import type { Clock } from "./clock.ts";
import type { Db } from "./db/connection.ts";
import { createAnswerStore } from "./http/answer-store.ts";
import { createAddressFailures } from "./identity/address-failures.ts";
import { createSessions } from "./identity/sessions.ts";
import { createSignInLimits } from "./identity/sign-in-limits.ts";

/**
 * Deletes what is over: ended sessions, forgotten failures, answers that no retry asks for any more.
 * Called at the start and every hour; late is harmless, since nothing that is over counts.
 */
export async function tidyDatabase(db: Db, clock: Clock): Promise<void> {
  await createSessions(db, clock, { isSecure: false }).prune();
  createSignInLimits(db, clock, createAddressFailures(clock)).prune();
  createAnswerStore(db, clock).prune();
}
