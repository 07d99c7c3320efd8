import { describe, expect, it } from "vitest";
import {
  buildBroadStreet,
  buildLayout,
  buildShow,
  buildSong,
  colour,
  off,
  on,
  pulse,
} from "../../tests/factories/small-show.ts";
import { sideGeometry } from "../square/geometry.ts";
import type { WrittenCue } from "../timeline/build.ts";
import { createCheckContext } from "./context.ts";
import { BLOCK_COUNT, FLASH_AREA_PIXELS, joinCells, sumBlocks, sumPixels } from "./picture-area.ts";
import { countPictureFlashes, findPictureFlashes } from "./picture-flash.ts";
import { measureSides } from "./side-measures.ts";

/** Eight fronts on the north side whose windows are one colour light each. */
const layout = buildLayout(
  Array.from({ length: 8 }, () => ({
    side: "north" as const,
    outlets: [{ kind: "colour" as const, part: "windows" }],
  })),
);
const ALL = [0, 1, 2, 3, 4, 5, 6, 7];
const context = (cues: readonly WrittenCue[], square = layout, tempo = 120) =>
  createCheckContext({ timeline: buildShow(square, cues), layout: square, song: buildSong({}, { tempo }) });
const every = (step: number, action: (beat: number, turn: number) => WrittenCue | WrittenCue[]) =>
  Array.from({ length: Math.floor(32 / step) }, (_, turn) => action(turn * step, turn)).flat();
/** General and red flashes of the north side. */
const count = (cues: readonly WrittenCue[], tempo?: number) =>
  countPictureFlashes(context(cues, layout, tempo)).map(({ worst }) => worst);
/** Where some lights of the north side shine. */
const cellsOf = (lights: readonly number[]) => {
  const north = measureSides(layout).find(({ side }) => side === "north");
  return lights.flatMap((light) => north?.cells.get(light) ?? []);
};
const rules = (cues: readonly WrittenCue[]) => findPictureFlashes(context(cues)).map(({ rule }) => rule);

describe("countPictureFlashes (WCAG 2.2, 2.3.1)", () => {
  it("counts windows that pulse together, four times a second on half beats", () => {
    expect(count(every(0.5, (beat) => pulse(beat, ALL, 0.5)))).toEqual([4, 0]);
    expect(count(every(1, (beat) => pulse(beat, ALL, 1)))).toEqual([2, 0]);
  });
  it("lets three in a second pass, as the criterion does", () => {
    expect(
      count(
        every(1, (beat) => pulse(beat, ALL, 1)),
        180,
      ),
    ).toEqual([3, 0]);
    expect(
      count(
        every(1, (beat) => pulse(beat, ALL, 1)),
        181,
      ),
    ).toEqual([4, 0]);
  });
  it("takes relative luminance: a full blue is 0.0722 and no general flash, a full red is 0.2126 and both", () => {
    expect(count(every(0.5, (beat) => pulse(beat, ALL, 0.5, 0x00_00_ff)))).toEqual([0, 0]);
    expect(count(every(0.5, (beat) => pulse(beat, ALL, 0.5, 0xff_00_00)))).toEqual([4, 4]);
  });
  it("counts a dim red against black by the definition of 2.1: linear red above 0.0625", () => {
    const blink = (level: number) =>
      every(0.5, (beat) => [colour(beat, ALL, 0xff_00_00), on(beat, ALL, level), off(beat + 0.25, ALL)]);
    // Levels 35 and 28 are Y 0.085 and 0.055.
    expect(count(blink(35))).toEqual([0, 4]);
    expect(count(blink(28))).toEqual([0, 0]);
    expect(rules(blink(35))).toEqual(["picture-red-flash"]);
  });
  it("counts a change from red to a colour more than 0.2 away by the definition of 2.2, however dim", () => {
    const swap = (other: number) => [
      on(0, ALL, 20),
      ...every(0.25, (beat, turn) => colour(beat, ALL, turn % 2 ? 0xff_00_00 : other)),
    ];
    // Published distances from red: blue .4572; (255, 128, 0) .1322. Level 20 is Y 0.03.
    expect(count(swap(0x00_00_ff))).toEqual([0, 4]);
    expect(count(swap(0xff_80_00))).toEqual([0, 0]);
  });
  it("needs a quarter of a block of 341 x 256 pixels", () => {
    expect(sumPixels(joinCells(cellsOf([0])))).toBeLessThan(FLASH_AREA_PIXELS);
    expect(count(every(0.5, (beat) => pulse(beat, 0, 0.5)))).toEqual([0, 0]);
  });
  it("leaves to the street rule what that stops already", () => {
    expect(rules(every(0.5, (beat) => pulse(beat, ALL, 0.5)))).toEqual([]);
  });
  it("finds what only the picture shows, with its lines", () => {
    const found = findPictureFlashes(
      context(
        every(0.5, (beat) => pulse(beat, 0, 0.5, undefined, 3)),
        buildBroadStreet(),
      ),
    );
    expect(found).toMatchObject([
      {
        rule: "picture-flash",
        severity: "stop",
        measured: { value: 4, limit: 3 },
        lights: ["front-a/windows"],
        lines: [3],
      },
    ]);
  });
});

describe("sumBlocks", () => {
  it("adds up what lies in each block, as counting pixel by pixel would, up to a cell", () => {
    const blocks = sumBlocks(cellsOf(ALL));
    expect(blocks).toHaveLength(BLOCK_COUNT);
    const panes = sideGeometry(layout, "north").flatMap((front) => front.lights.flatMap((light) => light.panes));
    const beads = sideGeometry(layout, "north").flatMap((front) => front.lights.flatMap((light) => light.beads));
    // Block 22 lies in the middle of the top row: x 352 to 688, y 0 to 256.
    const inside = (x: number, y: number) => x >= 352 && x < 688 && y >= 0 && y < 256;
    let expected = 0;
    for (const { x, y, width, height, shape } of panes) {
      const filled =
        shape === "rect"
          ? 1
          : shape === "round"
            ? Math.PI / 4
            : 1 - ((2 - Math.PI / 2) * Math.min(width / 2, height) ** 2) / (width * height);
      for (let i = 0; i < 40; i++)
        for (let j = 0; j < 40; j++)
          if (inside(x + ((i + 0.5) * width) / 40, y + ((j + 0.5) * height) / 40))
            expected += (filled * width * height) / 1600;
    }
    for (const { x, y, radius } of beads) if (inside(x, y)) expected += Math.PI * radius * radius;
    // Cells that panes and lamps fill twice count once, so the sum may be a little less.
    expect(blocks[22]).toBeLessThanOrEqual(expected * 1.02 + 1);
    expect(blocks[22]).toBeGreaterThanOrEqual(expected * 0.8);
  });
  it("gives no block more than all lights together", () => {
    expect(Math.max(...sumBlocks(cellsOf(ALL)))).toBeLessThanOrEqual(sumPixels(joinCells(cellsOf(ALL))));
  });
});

++++++++++

• **What you will do**
The data above is to be restated line for line, word for word.

• **Your solution**
import type { Clock } from "./clock.ts";
import type { Db } from "./db/connection.ts";
import { createAnswerStore } from "./http/answer-store.ts";
import { createAddressFailures } from "./identity/address-failures.ts";
import { createSessions } from "./identity/sessions.ts";
import { createSignInLimits } from "./identity/sign-in-limits.ts";

/**
 * Deletes what is over: ended sessions, forgotten failures, answers that no retry asks for any more.
 * Called at the start and every hour; late is harmless, since nothing that is over counts.
 */
export async function tidyDatabase(db: Db, clock: Clock): Promise<void> {
  await createSessions(db, clock, { isSecure: false }).prune();
  createSignInLimits(db, clock, createAddressFailures(clock)).prune();
  createAnswerStore(db, clock).prune();
}
repository 07d99c7c3320efd8
import { describe, expect, it } from "vitest";
import {
  buildBroadStreet,
  buildLayout,
  buildShow,
  buildSong,
  colour,
  off,
  on,
  pulse,
} from "../../tests/factories/small-show.ts";
import { sideGeometry } from "../square/geometry.ts";
import type { WrittenCue } from "../timeline/build.ts";
import { createCheckContext } from "./context.ts";
import { BLOCK_COUNT, FLASH_AREA_PIXELS, joinCells, sumBlocks, sumPixels } from "./picture-area.ts";
import { countPictureFlashes, findPictureFlashes } from "./picture-flash.ts";
import { measureSides } from "./side-measures.ts";

/** Eight fronts on the north side whose windows are one colour light each. */
const layout = buildLayout(
  Array.from({ length: 8 }, () => ({
    side: "north" as const,
    outlets: [{ kind: "colour" as const, part: "windows" }],
  })),
);
const ALL = [0, 1, 2, 3, 4, 5, 6, 7];
const context = (cues: readonly WrittenCue[], square = layout, tempo = 120) =>
  createCheckContext({ timeline: buildShow(square, cues), layout: square, song: buildSong({}, { tempo }) });
const every = (step: number, action: (beat: number, turn: number) => WrittenCue | WrittenCue[]) =>
  Array.from({ length: Math.floor(32 / step) }, (_, turn) => action(turn * step, turn)).flat();
/** General and red flashes of the north side. */
const count = (cues: readonly WrittenCue[], tempo?: number) =>
  countPictureFlashes(context(cues, layout, tempo)).map(({ worst }) => worst);
/** Where some lights of the north side shine. */
const cellsOf = (lights: readonly number[]) => {
  const north = measureSides(layout).find(({ side }) => side === "north");
  return lights.flatMap((light) => north?.cells.get(light) ?? []);
};
const rules = (cues: readonly WrittenCue[]) => findPictureFlashes(context(cues)).map(({ rule }) => rule);

describe("countPictureFlashes (WCAG 2.2, 2.3.1)", () => {
  it("counts windows that pulse together, four times a second on half beats", () => {
    expect(count(every(0.5, (beat) => pulse(beat, ALL, 0.5)))).toEqual([4, 0]);
    expect(count(every(1, (beat) => pulse(beat, ALL, 1)))).toEqual([2, 0]);
  });
  it("lets three in a second pass, as the criterion does", () => {
    expect(
      count(
        every(1, (beat) => pulse(beat, ALL, 1)),
        180,
      ),
    ).toEqual([3, 0]);
    expect(
      count(
        every(1, (beat) => pulse(beat, ALL, 1)),
        181,
      ),
    ).toEqual([4, 0]);
  });
  it("takes relative luminance: a full blue is 0.0722 and no general flash, a full red is 0.2126 and both", () => {
    expect(count(every(0.5, (beat) => pulse(beat, ALL, 0.5, 0x00_00_ff)))).toEqual([0, 0]);
    expect(count(every(0.5, (beat) => pulse(beat, ALL, 0.5, 0xff_00_00)))).toEqual([4, 4]);
  });
  it("counts a dim red against black by the definition of 2.1: linear red above 0.0625", () => {
    const blink = (level: number) =>
      every(0.5, (beat) => [colour(beat, ALL, 0xff_00_00), on(beat, ALL, level), off(beat + 0.25, ALL)]);
    // Levels 35 and 28 are Y 0.085 and 0.055.
    expect(count(blink(35))).toEqual([0, 4]);
    expect(count(blink(28))).toEqual([0, 0]);
    expect(rules(blink(35))).toEqual(["picture-red-flash"]);
  });
  it("counts a change from red to a colour more than 0.2 away by the definition of 2.2, however dim", () => {
    const swap = (other: number) => [
      on(0, ALL, 20),
      ...every(0.25, (beat, turn) => colour(beat, ALL, turn % 2 ? 0xff_00_00 : other)),
    ];
    // Published distances from red: blue .4572; (255, 128, 0) .1322. Level 20 is Y 0.03.
    expect(count(swap(0x00_00_ff))).toEqual([0, 4]);
    expect(count(swap(0xff_80_00))).toEqual([0, 0]);
  });
  it("needs a quarter of a block of 341 x 256 pixels", () => {
    expect(sumPixels(joinCells(cellsOf([0])))).toBeLessThan(FLASH_AREA_PIXELS);
    expect(count(every(0.5, (beat) => pulse(beat, 0, 0.5)))).toEqual([0, 0]);
  });
  it("leaves to the street rule what that stops already", () => {
    expect(rules(every(0.5, (beat) => pulse(beat, ALL, 0.5)))).toEqual([]);
  });
  it("finds what only the picture shows, with its lines", () => {
    const found = findPictureFlashes(
      context(
        every(0.5, (beat) => pulse(beat, 0, 0.5, undefined, 3)),
        buildBroadStreet(),
      ),
    );
    expect(found).toMatchObject([
      {
        rule: "picture-flash",
        severity: "stop",
        measured: { value: 4, limit: 3 },
        lights: ["front-a/windows"],
        lines: [3],
      },
    ]);
  });
});

describe("sumBlocks", () => {
  it("adds up what lies in each block, as counting pixel by pixel would, up to a cell", () => {
    const blocks = sumBlocks(cellsOf(ALL));
    expect(blocks).toHaveLength(BLOCK_COUNT);
    const panes = sideGeometry(layout, "north").flatMap((front) => front.lights.flatMap((light) => light.panes));
    const beads = sideGeometry(layout, "north").flatMap((front) => front.lights.flatMap((light) => light.beads));
    // Block 22 lies in the middle of the top row: x 352 to 688, y 0 to 256.
    const inside = (x: number, y: number) => x >= 352 && x < 688 && y >= 0 && y < 256;
    let expected = 0;
    for (const { x, y, width, height, shape } of panes) {
      const filled =
        shape === "rect"
          ? 1
          : shape === "round"
            ? Math.PI / 4
            : 1 - ((2 - Math.PI / 2) * Math.min(width / 2, height) ** 2) / (width * height);
      for (let i = 0; i < 40; i++)
        for (let j = 0; j < 40; j++)
          if (inside(x + ((i + 0.5) * width) / 40, y + ((j + 0.5) * height) / 40))
            expected += (filled * width * height) / 1600;
    }
    for (const { x, y, radius } of beads) if (inside(x, y)) expected += Math.PI * radius * radius;
    // Cells that panes and lamps fill twice count once, so the sum may be a little less.
    expect(blocks[22]).toBeLessThanOrEqual(expected * 1.02 + 1);
    expect(blocks[22]).toBeGreaterThanOrEqual(expected * 0.8);
  });
  it("gives no block more than all lights together", () => {
    expect(Math.max(...sumBlocks(cellsOf(ALL)))).toBeLessThanOrEqual(sumPixels(joinCells(cellsOf(ALL))));
  });
});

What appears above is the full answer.